GIVEN RECORDS START

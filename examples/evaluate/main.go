// Command evaluate measures forelay's baselines out of sample and prints
// the report: band coverage per method, mean MASE per frequency and the
// realised service of a safety stock, on the open datasets that statsmodels
// ships (testdata/open) and on seeded synthetic series.
//
// Usage:
//
//	go run ./examples/evaluate [-open DIR] [-seed N] [-reps N] [-origins N] [-step N] [-workers N] [-json]
//
// Flags:
//
//	-open     directory of monthly.csv and quarterly.csv from
//	          testdata/open/gen_open.py; "" leaves the open data out
//	          (default testdata/open, run from the repository root)
//	-seed     seed of the synthetic series (default 1)
//	-reps     synthetic series per family and frequency; 0 leaves them out
//	          (default 20)
//	-origins  most origins per series (default 5)
//	-step     periods between origins; 0 means the held-out length H
//	          (default 0)
//	-workers  series evaluated at once; 0 means one per core (default 0)
//	-json     print the results as indented JSON instead of tables
//
// The output depends only on the flags and the data (not on -workers), so
// it can be compared byte for byte between releases; the time taken goes to
// standard error. The exit status is 0 on success, 2 for bad flags and 1
// when the data cannot be read or the evaluation fails.
package main

import (
	"bytes"
	"encoding/json"
	"errors"
	"flag"
	"fmt"
	"io"
	"os"
	"time"

	"forelay/forecast"
	"forelay/scenario/evaluate"
)

func main() { os.Exit(run(os.Args[1:], os.Stdout, os.Stderr)) }

// Exit statuses of the command.
const (
	exitOK    = 0
	exitFail  = 1
	exitUsage = 2
)

// options are the command-line settings after parsing.
type options struct {
	open    string
	seed    uint64
	reps    int
	origins int
	step    int
	workers int
	json    bool
	from    string
}

// parseFlags reads the command line. Errors are usage errors; flag's own
// messages go to errOut.
func parseFlags(args []string, errOut io.Writer) (options, error) {
	fs := flag.NewFlagSet("evaluate", flag.ContinueOnError)
	fs.SetOutput(errOut)
	var o options
	fs.StringVar(&o.open, "open", "testdata/open", `directory of the open data ("" leaves it out)`)
	fs.Uint64Var(&o.seed, "seed", 1, "seed of the synthetic series")
	fs.IntVar(&o.reps, "reps", 20, "synthetic series per family and frequency (0 leaves them out)")
	fs.IntVar(&o.origins, "origins", 5, "most origins per series")
	fs.IntVar(&o.step, "step", 0, "periods between origins (0: the held-out length)")
	fs.IntVar(&o.workers, "workers", 0, "series evaluated at once (0: one per core)")
	fs.BoolVar(&o.json, "json", false, "print JSON instead of tables")
	fs.StringVar(&o.from, "bands-from", "calibrated", "what the bands rest on: calibrated or model (the release before calibration)")
	if err := fs.Parse(args); err != nil {
		return o, err
	}
	switch {
	case fs.NArg() > 0:
		return o, fmt.Errorf("unexpected argument %q", fs.Arg(0))
	case o.reps < 0 || o.reps > 1000:
		return o, fmt.Errorf("-reps %d: want 0..1000", o.reps)
	case o.origins < 1 || o.origins > 100:
		return o, fmt.Errorf("-origins %d: want 1..100", o.origins)
	case o.step < 0:
		return o, fmt.Errorf("-step %d: want 0 or more", o.step)
	case o.workers < 0:
		return o, fmt.Errorf("-workers %d: want 0 or more", o.workers)
	case o.open == "" && o.reps == 0:
		return o, errors.New(`-open "" and -reps 0 leave nothing to evaluate`)
	}
	return o, nil
}

// run is the whole command; it returns the exit status.
func run(args []string, stdout, stderr io.Writer) int {
	o, err := parseFlags(args, stderr)
	if errors.Is(err, flag.ErrHelp) {
		return exitOK
	}
	if err != nil {
		fmt.Fprintln(stderr, "evaluate:", err)
		return exitUsage
	}
	var cases []evaluate.Case
	if o.open != "" {
		open, err := evaluate.ReadOpen(o.open)
		if err != nil {
			fmt.Fprintln(stderr, "evaluate:", err)
			return exitFail
		}
		cases = open
	}
	cases = append(cases, evaluate.Synthetic(o.seed, o.reps, nil)...)
	start := time.Now()
	from, err := forecast.ParseBandSource(o.from)
	if err != nil {
		fmt.Fprintln(stderr, "evaluate: -bands-from:", err)
		return exitUsage
	}
	cfg := evaluate.Config{MaxOrigins: o.origins, Step: o.step, Workers: o.workers, From: from}
	if from == forecast.FromModel {
		cfg.SafetyStock = evaluate.SigmaSqrtL
	}
	res, err := evaluate.Run(cases, cfg)
	if err != nil {
		fmt.Fprintln(stderr, "evaluate:", err)
		return exitFail
	}
	fmt.Fprintf(stderr, "evaluate: %d series in %.1f s\n", len(cases), time.Since(start).Seconds())
	if o.json {
		err = writeJSON(stdout, res)
	} else {
		err = writeReport(stdout, res, o)
	}
	if err != nil {
		fmt.Fprintln(stderr, "evaluate:", err)
		return exitFail
	}
	return exitOK
}

// writeJSON writes the results as one JSON object with one list element a
// line, so that two runs diff line by line and the file stays small.
func writeJSON(w io.Writer, res *evaluate.Results) error {
	st, err := json.Marshal(res.Settings)
	if err != nil {
		return err
	}
	var b bytes.Buffer
	fmt.Fprintf(&b, "{\n \"settings\": %s", st)
	err = errors.Join(
		writeList(&b, "cases", res.Cases),
		writeList(&b, "slices", res.Slices),
		writeList(&b, "groups", res.Groups),
		writeList(&b, "accuracy", res.Accuracy),
		writeList(&b, "failures", res.Failures),
	)
	if err != nil {
		return err
	}
	b.WriteString("\n}\n")
	_, err = w.Write(b.Bytes())
	return err
}

// writeList writes `,\n "key": [` and the elements, one a line.
func writeList[T any](b *bytes.Buffer, key string, list []T) error {
	fmt.Fprintf(b, ",\n %q: [", key)
	for i, v := range list {
		line, err := json.Marshal(v)
		if err != nil {
			return err
		}
		if i > 0 {
			b.WriteString(",")
		}
		fmt.Fprintf(b, "\n  %s", line)
	}
	if len(list) > 0 {
		b.WriteString("\n ")
	}
	b.WriteString("]")
	return nil
}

GIVEN RECORDS END

= TASK =
Every line from the one containing "one a line." through the last line above should be retyped exactly; no other lines are wanted.

= OUTPUT BELOW =
// writeList writes `,\n "key": [` and the elements, one a line.
func writeList[T any](b *bytes.Buffer, key string, list []T) error {
	fmt.Fprintf(b, ",\n %q: [", key)
	for i, v := range list {
		line, err := json.Marshal(v)
		if err != nil {
			return err
		}
		if i > 0 {
			b.WriteString(",")
		}
		fmt.Fprintf(b, "\n  %s", line)
	}
	if len(list) > 0 {
		b.WriteString("\n ")
	}
	b.WriteString("]")
	return nil
}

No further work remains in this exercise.